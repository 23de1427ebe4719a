"use client";

import { useActionState, useState } from "react";
import { Button } from "@/components/ui/button";
import { TextArea, TextField } from "@/components/ui/field";
import { FormMessage } from "@/components/ui/form-message";
import type { FormResult } from "@/lib/validations/auth";

type Action = (previous: FormResult | null, form: FormData) => Promise<FormResult>;

const OUTCOMES = [
  { value: "payment_stands", label: "Close — the payment stands" },
  { value: "refund_full", label: "Refund in full" },
  { value: "refund_partial", label: "Refund in part" },
] as const;

/** The moderator's decision on a disputed review; a part refund takes an amount in euros. */
export function SettleDisputeForm({ action, priceText }: { action: Action; priceText: string }) {
  const [state, formAction, pending] = useActionState(action, null);
  const [outcome, setOutcome] = useState<string>("payment_stands");
  const failed = state && !state.ok ? state : null;
  return (
    <form action={formAction} className="space-y-3" data-testid="settle-dispute-form">
      <fieldset className="space-y-1.5">
        <legend className="text-sm font-semibold text-graphite-900">Decision</legend>
        {OUTCOMES.map((o) => (
          <label key={o.value} className="flex items-center gap-2 text-sm">
            <input type="radio" name="outcome" value={o.value} checked={outcome === o.value} onChange={() => setOutcome(o.value)} className="accent-copper-600" />
            {o.label}
          </label>
        ))}
      </fieldset>
      {outcome === "refund_partial" ? (
        <TextField name="amount" label="Amount to refund (EUR)" hint={`Less than the ${priceText} paid, e.g. 15.00.`} inputMode="decimal" className="max-w-40 font-mono" error={failed?.fieldErrors.amount} />
      ) : null}
      <TextArea name="note" label="Your decision, in words" hint="Both the builder and the reviewer read this." rows={3} maxLength={2000} required error={failed?.fieldErrors.note} />
      <FormMessage tone="error" message={failed?.message} />
      <Button type="submit" disabled={pending}>
        {pending ? "Settling…" : "Settle the dispute"}
      </Button>
    </form>
  );
}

What is needed: Repeat the material above precisely.

Response below:
repository 23de1427ebe4719a
"use client";

import { useActionState, useState } from "react";
import { Button } from "@/components/ui/button";
import { TextArea, TextField } from "@/components/ui/field";
import { FormMessage } from "@/components/ui/form-message";
import type { FormResult } from "@/lib/validations/auth";

type Action = (previous: FormResult | null, form: FormData) => Promise<FormResult>;

const OUTCOMES = [
  { value: "payment_stands", label: "Close — the payment stands" },
  { value: "refund_full", label: "Refund in full" },
  { value: "refund_partial", label: "Refund in part" },
] as const;

/** The moderator's decision on a disputed review; a part refund takes an amount in euros. */
export function SettleDisputeForm({ action, priceText }: { action: Action; priceText: string }) {
  const [state, formAction, pending] = useActionState(action, null);
  const [outcome, setOutcome] = useState<string>("payment_stands");
  const failed = state && !state.ok ? state : null;
  return (
    <form action={formAction} className="space-y-3" data-testid="settle-dispute-form">
      <fieldset className="space-y-1.5">
        <legend className="text-sm font-semibold text-graphite-900">Decision</legend>
        {OUTCOMES.map((o) => (
          <label key={o.value} className="flex items-center gap-2 text-sm">
            <input type="radio" name="outcome" value={o.value} checked={outcome === o.value} onChange={() => setOutcome(o.value)} className="accent-copper-600" />
            {o.label}
          </label>
        ))}
      </fieldset>
      {outcome === "refund_partial" ? (
        <TextField name="amount" label="Amount to refund (EUR)" hint={`Less than the ${priceText} paid, e.g. 15.00.`} inputMode="decimal" className="max-w-40 font-mono" error={failed?.fieldErrors.amount} />
      ) : null}
      <TextArea name="note" label="Your decision, in words" hint="Both the builder and the reviewer read this." rows={3} maxLength={2000} required error={failed?.fieldErrors.note} />
      <FormMessage tone="error" message={failed?.message} />
      <Button type="submit" disabled={pending}>
        {pending ? "Settling…" : "Settle the dispute"}
      </Button>
    </form>
  );
}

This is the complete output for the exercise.